Один из самых горластых стоял в дальнем конце буфета спиной ко мне. И хорошо, что спиной, — это был тот самый парень, который в понедельник днем хотел искупать меня в фонтане.
— Мой отец может нажать, где надо, — сказал он, — и в случае чего кое-каких профессоров из университетского совета выгонят с работы. Мне двадцать один год, и они не смеют обращаться со мной, как с десятилетним мальчишкой. Если захочу, то пошлю этот комендантский час ко всем чертям и буду до ночи шастать по улицам. В конце концов, его ввели не для студентов Э.К., а для всех этих синих чулков, которые долбят латынь и греческий, а потом идут баиньки в общежитие.
Он огляделся по сторонам, явно ища, к чему бы придраться. В понедельник я уже поймал его взгляд и вовсе не хотел ловить снова. Я незаметно выбрался из буфета и пошел вниз к герцогскому дворцу. Пьяцца Маджоре уже имела праздничный вид. Еще едва смеркалось, но дворец был залит светом прожекторов, собор тоже.
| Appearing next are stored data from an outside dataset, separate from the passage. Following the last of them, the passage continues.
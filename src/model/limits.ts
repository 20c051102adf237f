/** The engineer's own checks: lines `demand <= capacity` among their equations. */
import { dimensionInWords, sameDimension } from '../base/dimension.ts'
import type { Expr } from '../base/expr.ts'
import { type Formula, sym } from '../base/formula.ts'
import type { Result } from '../base/ledger.ts'
import { together } from '../base/ledger.ts'
import { bad, good } from '../base/outcome.ts'
import { parseExpr } from '../base/parse.ts'
import { NO_UNIT } from '../base/unit.ts'
import type { Value } from '../base/value.ts'
import { diagnose, part, type Text, trimmed } from '../read/text.ts'
import { exprDiagnostic, workExpr } from './cell.ts'
import type { Scope } from './scope.ts'

/** A sign of comparison; the head of an arrow `->` is none. */
export const SIGN = /<=|>=|≤|≥|<|(?<!-)>/

export const isLimit = ({ text }: Text): boolean => SIGN.test(text)

export interface Limit {
  /** Tells this check from others of the same demand; ids of its own begin with it. */
  readonly id: string
  readonly demand: Value
  readonly capacity: Value
  /** Demand over capacity. */
  readonly ratio: Value
}

const FORM = 'Write demand <= capacity, each the name of a value or a quantity, and say what is checked in a comment.'

/**
 * @param line one for which `isLimit` holds
 * @param ordinal 1 for the first check of its demand, 2 for the next
 */
export function workLimit(line: Text, ordinal: number, scope: Scope): Result<Limit> {
  const [sign = ''] = SIGN.exec(line.text) ?? []
  const at = line.text.indexOf(sign)
  if (sign !== '<=' && sign !== '≤') {
    const span = { start: line.span.start + at, end: line.span.start + at + sign.length }
    return bad([diagnose('error', 'limit-sign', span, `a check is not written with ${sign}`, FORM)])
  }
  const [left, right] = [trimmed(part(line, 0, at)), trimmed(part(line, at + sign.length))]
  const id = ordinal === 1 ? left.text : `${left.text}.${ordinal}`
  const sides = together({
    demand: sideOf(left, `${id}.demand`, scope),
    capacity: sideOf(right, `${id}.limit`, scope),
  })
  if (!sides.ok) return sides
  return compared(line, id, sides.value.demand, sides.value.capacity)
}

/** The checks among some lines, each with how many of its demand come up to it. */
export function limitLines<T extends Text>(lines: readonly T[]): readonly (readonly [T, number])[] {
  const seen = new Map<string, number>()
  return lines.filter(isLimit).map(line => {
    const demand = trimmed(part(line, 0, line.text.search(SIGN))).text
    const ordinal = (seen.get(demand) ?? 0) + 1
    seen.set(demand, ordinal)
    return [line, ordinal]
  })
}

/** A value by its name, or a quantity as it stands. */
function sideOf(side: Text, id: string, scope: Scope): Result<Value> {
  const parsed = parseExpr(side.text, side.span.start)
  if (!parsed.ok) return bad([exprDiagnostic(parsed.because)])
  const { value: expr } = parsed
  const worked = workExpr(expr, side.span, scope)
  if (!worked.ok) return worked
  if (expr.kind === 'name') {
    const [named] = worked.value.inputs.values()
    if (named) return good(named)
  }
  if (!isPlain(expr))
    return bad([
      diagnose(
        'error',
        'limit-side',
        side.span,
        `${side.text} is worked within a check`,
        'Give it a name on a line of its own, so that its working is shown, and compare the name.',
      ),
    ])
  const unit = expr.kind === 'quantity' ? expr.unit : NO_UNIT
  return good({ id, tex: '', si: worked.value.si, unit, rounding: 0, origin: { kind: 'given', span: side.span } })
}

const isPlain = ({ kind }: Expr): boolean => kind === 'quantity' || kind === 'number'

function compared({ span }: Text, id: string, demand: Value, capacity: Value): Result<Limit> {
  if (!sameDimension(demand.unit.dimension, capacity.unit.dimension)) {
    const [one, other] = [demand, capacity].map(({ unit }) => dimensionInWords(unit.dimension))
    return bad([
      diagnose(
        'error',
        'wrong-dimension',
        span,
        `the demand is ${one} and the capacity is ${other}`,
        'Check the units.',
      ),
    ])
  }
  const negative = demand.si < 0 ? 'demand' : capacity.si <= 0 ? 'capacity' : undefined
  if (negative)
    return bad([
      diagnose(
        'error',
        'limit-negative',
        span,
        `the ${negative} is ${negative === 'demand' || capacity.si < 0 ? 'below zero' : 'zero'}`,
        'A check compares sizes: take abs(…) of a value that has a sign, on a line of its own.',
      ),
    ])
  return good({ id, demand, capacity, ratio: ratioOf(`${id}.ratio`, demand, capacity) })
}

const RATIO = sym('r', 'D/C', 'number')
const over = parseExpr('D/C')

function ratioOf(id: string, demand: Value, capacity: Value): Value {
  if (!over.ok) throw new Error('the ratio of a check does not parse')
  const symbols = new Map([
    ['D', sym('D', demand.tex || 'D', 'number')],
    ['C', sym('C', capacity.tex || 'C', 'number')],
  ])
  const formula: Formula = { gives: RATIO, body: over.value, symbols, source: 'demand over capacity', assumes: [] }
  const inputs = new Map([
    ['D', demand],
    ['C', capacity],
  ])
  return {
    id,
    tex: RATIO.tex,
    si: demand.si / capacity.si,
    unit: NO_UNIT,
    rounding: 0,
    origin: { kind: 'worked', step: { formula, inputs } },
  }
}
Розовые стены первого ослепительно сверкали, огромные окна восточного фасада, сияющие, бело-мраморные, внезапно ожили. Теперь дворец был уже не музеем, не галереей, увешанной гобеленами и картинами, мимо которых шныряли равнодушные туристы, но живым существом. Таким пятьсот лет назад его видели факельщики: освещенным лунным светом и колеблющимися сполохами пламени. Звон шпор смешивался с цоканьем копыт по булыжной мостовой. Звенела сбруя — с коней снимали седла и попоны, конюхи и слуги рассеивались, и через огромный лепной портик проходил или проезжал верхом возвратившийся отпрыск Мальбранче, держа на эфесе шпаги левую руку, обтянутую перчаткой.
Сегодня вечером здесь бродили студенты рука об руку с приехавшими навестить их родственниками; до наступления комендантского часа оставалось двадцать минут. Собравшаяся у фонтана группа начала свистеть вслед двум девушкам, которые с напускным пренебрежением торопливо проходили мимо. Где-то затрещал мотороллер, где-то всколыхнулся заливистый смех. Я подошел к боковому входу и позвонил, чувствуя себя странником между двумя мирами. За мной лежало настоящее — прилизанное, самодостаточное, однообразное, где молодежь везде одна и та же, как яйца в инкубаторе. Передо мной стояло прошлое, тот зловещий и неведомый мир яда и насилия, власти и красоты, роскоши и порока, когда картине, которую проносили по улицам, равно поклонялись и богатые, и нищие; когда человек был богобоязнен; когда мужчины и женщины болели чумой и умирали, как собаки.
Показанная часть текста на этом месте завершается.